**ACTIVITY:**
Your output should be the lines of the entries below, exactly, from the first one through the line that holds "line protocol of".

Data excerpts:
Segment Open

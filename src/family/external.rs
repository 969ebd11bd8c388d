//! The external-process family (`family = "external"`): an estimator written in any language,
//! run as long-lived child processes that speak the line protocol of
//! `docs/external-protocol.md` over their standard input and output.
//!
//! # Processes
//!
//! Processes are started lazily, on the first fit that finds no idle one, so there are at most
//! as many as there are worker threads fitting at the same time ("one per worker thread"). A
//! fit checks a process out of a pool, sends one request, reads the answer and checks the
//! process back in. Each process has three helper threads: one writes requests (so a process
//! that stops reading cannot block lossprism), one reads standard output line by line into a
//! channel (so every read can time out), one keeps the last lines of standard error (quoted in
//! error messages).
//!
//! # Failures
//!
//! Every request has a deadline (`timeout_seconds`, default 60). A process that does not answer
//! in time, exits, answers with the wrong number of lines or values, or sends something that is
//! not a finite number is killed and waited for, and the fit fails with a one-line message
//! naming the command and the request. After the first failure the family refuses further fits
//! with the same message, so a run stops at once instead of starting a new process per block.
//! Idle processes are sent end-of-file, given half a second to exit, then killed and waited for
//! when the family is dropped: no process outlives the run.
//!
//! # Numbers
//!
//! lossprism writes every number with 17 significant digits in scientific notation
//! (`{:.16e}`), which any correctly rounding parser reads back to the same `f64`; the process
//! may answer in any decimal notation (`repr` of a Python float is exact).

use std::collections::VecDeque;
use std::fmt::Write as _;
use std::io::{BufRead, BufReader, Read, Write};
use std::path::{Path, PathBuf};
use std::process::{Child, ChildStdin, Command, Stdio};
use std::sync::atomic::{AtomicUsize, Ordering};
use std::sync::mpsc::{self, Receiver, RecvTimeoutError, Sender};
use std::sync::{Arc, Mutex};
use std::time::{Duration, Instant};

use ndarray::{ArrayViewMut2, ArrayViewMut3};

use super::{BuildContext, Family, FitError, FitInput, OptionError, Options, Out, Task};

/// Builds `family = "external"` from `command`, `knob`, `timeout_seconds` and
/// `larger_is_simpler`.
pub fn build(opts: &mut Options, cx: &BuildContext<'_>) -> Result<Arc<dyn Family>, OptionError> {
    let missing = |key: &str, message: &str| OptionError {
        key: key.to_string(),
        message: message.to_string(),
    };
    let command = opts.strings("command")?.ok_or_else(|| {
        missing(
            "command",
            "family `external` needs `command`, e.g. command = [\"python3\", \"my_model.py\"]",
        )
    })?;
    let knob = opts.string("knob")?.ok_or_else(|| {
        missing(
            "knob",
            "family `external` needs `knob`, the name of the knob the grid sets",
        )
    })?;
    let timeout = opts
        .number("timeout_seconds", f64::MIN_POSITIVE, 1e6)?
        .unwrap_or(DEFAULT_TIMEOUT_SECONDS);
    let larger_is_simpler = opts.boolean("larger_is_simpler")?.unwrap_or(false);
    let mut fam =
        ExternalFamily::new(&command, &knob, timeout, cx.base).map_err(|e| OptionError {
            key: e.key.to_string(),
            message: e.message,
        })?;
    fam.larger_is_simpler = larger_is_simpler;
    Ok(Arc::new(fam))
}

/// Version of the line protocol lossprism speaks (the `hello` line carries it). A process may
/// answer `ready 2` (this version: a `seed` line in every request, class probabilities on
/// request) or `ready 1` (version 1: no seed, labels only).
pub const PROTOCOL_VERSION: u32 = 2;

/// Longest line accepted on a process's standard error (longer lines are cut; the rest is
/// discarded as it arrives).
const STDERR_LINE_MAX: usize = 2000;

/// File name endings of the scripts an external estimator's `command` can name: such a word
/// must name a file that exists (checked when the scenario is read), and the run's fingerprint
/// covers its content (`shard::fingerprint`).
pub const SCRIPT_EXTENSIONS: [&str; 10] =
    ["py", "r", "jl", "sh", "pl", "rb", "js", "m", "lua", "awk"];

/// The modules a command runs with Python's `-m`, in every spelling: `-m pkg.mod`, `-mpkg.mod`,
/// and `-m` after other one-letter switches (`-um pkg.mod`, `-Bmpkg.mod`); a switch that takes
/// the rest of its word (`-c`, `-W`, `-X`) ends the search in that word. A word of another
/// program that happens to read so names no existing file, and adds nothing.
fn python_modules(command: &[String]) -> Vec<&str> {
    let mut out = Vec::new();
    for (i, w) in command.iter().enumerate() {
        let Some(flags) = w.strip_prefix('-') else {
            continue;
        };
        if flags.starts_with('-') {
            continue;
        }
        for (pos, ch) in flags.char_indices() {
            match ch {
                'm' => {
                    let rest = &flags[pos + 1..];
                    if !rest.is_empty() {
                        out.push(rest);
                    } else if let Some(next) = command.get(i + 1) {
                        out.push(next.as_str());
                    }
                    break;
                }
                'c' | 'W' | 'X' => break,
                c if c.is_ascii_alphabetic() => {}
                _ => break,
            }
        }
    }
    out
}

/// `word` of a `command` names a script file by its ending (not an option such as `-m` or
/// `--config=x.py`).
fn names_script(word: &str) -> bool {
    !word.starts_with('-') && !word.contains('=') && script_extension(Path::new(word))
}

/// Whether a program named `name` (no `/`) is a file in one of PATH's folders, as the process
/// start would find it.
fn on_path(name: &str) -> bool {
    std::env::var_os("PATH")
        .is_some_and(|p| std::env::split_paths(&p).any(|d| d.join(name).is_file()))
}

/// `path` ends in one of [`SCRIPT_EXTENSIONS`] (any case).
pub fn script_extension(path: &Path) -> bool {
    path.extension()
        .and_then(|e| e.to_str())
        .is_some_and(|e| SCRIPT_EXTENSIONS.contains(&e.to_ascii_lowercase().as_str()))
}

/// Seconds to wait for an answer when the scenario gives no `timeout_seconds`.
pub const DEFAULT_TIMEOUT_SECONDS: f64 = 60.0;

/// Lines of standard error kept per process for error messages.
const STDERR_TAIL: usize = 20;

/// A configuration problem: which `[model]` key and what is wrong.
#[derive(Debug, Clone, PartialEq)]
pub struct ConfigError {
    /// `command`, `knob` or `timeout_seconds`.
    pub key: &'static str,
    /// What is wrong.
    pub message: String,
}

/// Formats a number for the protocol: 17 significant digits, scientific notation, which reads
/// back to the same `f64` with any correctly rounding parser.
pub fn format_number(v: f64) -> String {
    format!("{v:.16e}")
}

/// Parses a number sent by a process (any decimal notation Rust accepts); `None` when it is not
/// a finite number.
pub fn parse_number(token: &str) -> Option<f64> {
    token.parse::<f64>().ok().filter(|v| v.is_finite())
}

/// Reads the handshake answer: `ready 2` or `ready 1` give the protocol version the process
/// speaks; anything else is an error (completing "external process `...` ...").
pub fn parse_ready(line: &str) -> Result<u32, String> {
    let mut t = line.split_ascii_whitespace();
    match (t.next(), t.next()) {
        (Some("ready"), Some("2")) => Ok(2),
        (Some("ready"), Some("1")) => Ok(1),
        (Some("ready"), Some(v)) => Err(format!(
            "speaks protocol version {}; lossprism speaks 2 and accepts 1",
            clip(v)
        )),
        _ => Err(format!(
            "answered the handshake with {:?} instead of `ready 2` (or `ready 1`)",
            clip(line)
        )),
    }
}

/// The first line of an answer.
#[derive(Debug, Clone, PartialEq, Eq)]
pub enum Head {
    /// `ok ID`: the prediction lines follow.
    Ok,
    /// `error ID message`: the process could not fit (the message, clipped).
    Failed(String),
}

/// Reads the first line of the answer to request `id`: `ok ID` or `error ID message`; anything
/// else (another id, log output on standard output) is an error (completing "... answered
/// request N with").
pub fn parse_head(line: &str, id: u64) -> Result<Head, String> {
    let mut t = line.split_ascii_whitespace();
    let kind = t.next();
    let got = t.next();
    let right_id = got == Some(id.to_string().as_str());
    match kind {
        Some("ok") if right_id => Ok(Head::Ok),
        Some("error") if right_id => {
            let rest: Vec<&str> = t.collect();
            let why = rest.join(" ");
            Ok(Head::Failed(if why.trim().is_empty() {
                "(no reason given)".into()
            } else {
                clip(&why)
            }))
        }
        Some("ok") | Some("error") if !right_id => Err(format!(
            "{:?}: wrong request id (expected `ok {id}`)",
            clip(line)
        )),
        _ => Err(format!(
            "{:?} instead of `ok {id}` or `error {id} ...` (write logs to standard error, not \
             standard output)",
            clip(line)
        )),
    }
}

/// What is wrong with an answer line ([`parse_row`]).
#[derive(Debug, Clone, PartialEq, Eq)]
pub enum RowError {
    /// The line does not start with the expected tag (the line, clipped).
    Tag(String),
    /// Value `index` (1-based) is not a finite number (the token, clipped).
    Value {
        /// The offending token.
        token: String,
        /// Its 1-based position among the values.
        index: usize,
    },
    /// The line holds this many values, not the number expected.
    Count(usize),
}

impl std::fmt::Display for RowError {
    fn fmt(&self, f: &mut std::fmt::Formatter<'_>) -> std::fmt::Result {
        match self {
            RowError::Tag(line) => write!(f, "{line:?} does not start with the expected tag"),
            RowError::Value { token, index } => {
                write!(f, "{token:?} is not a finite number (value {index})")
            }
            RowError::Count(n) => write!(f, "{n} values, not the number expected"),
        }
    }
}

Segment Closed

**THE ANSWER:**
filename src/family/external.rs
repository 969ebd11bd8c388d
//! The external-process family (`family = "external"`): an estimator written in any language,
//! run as long-lived child processes that speak the line protocol of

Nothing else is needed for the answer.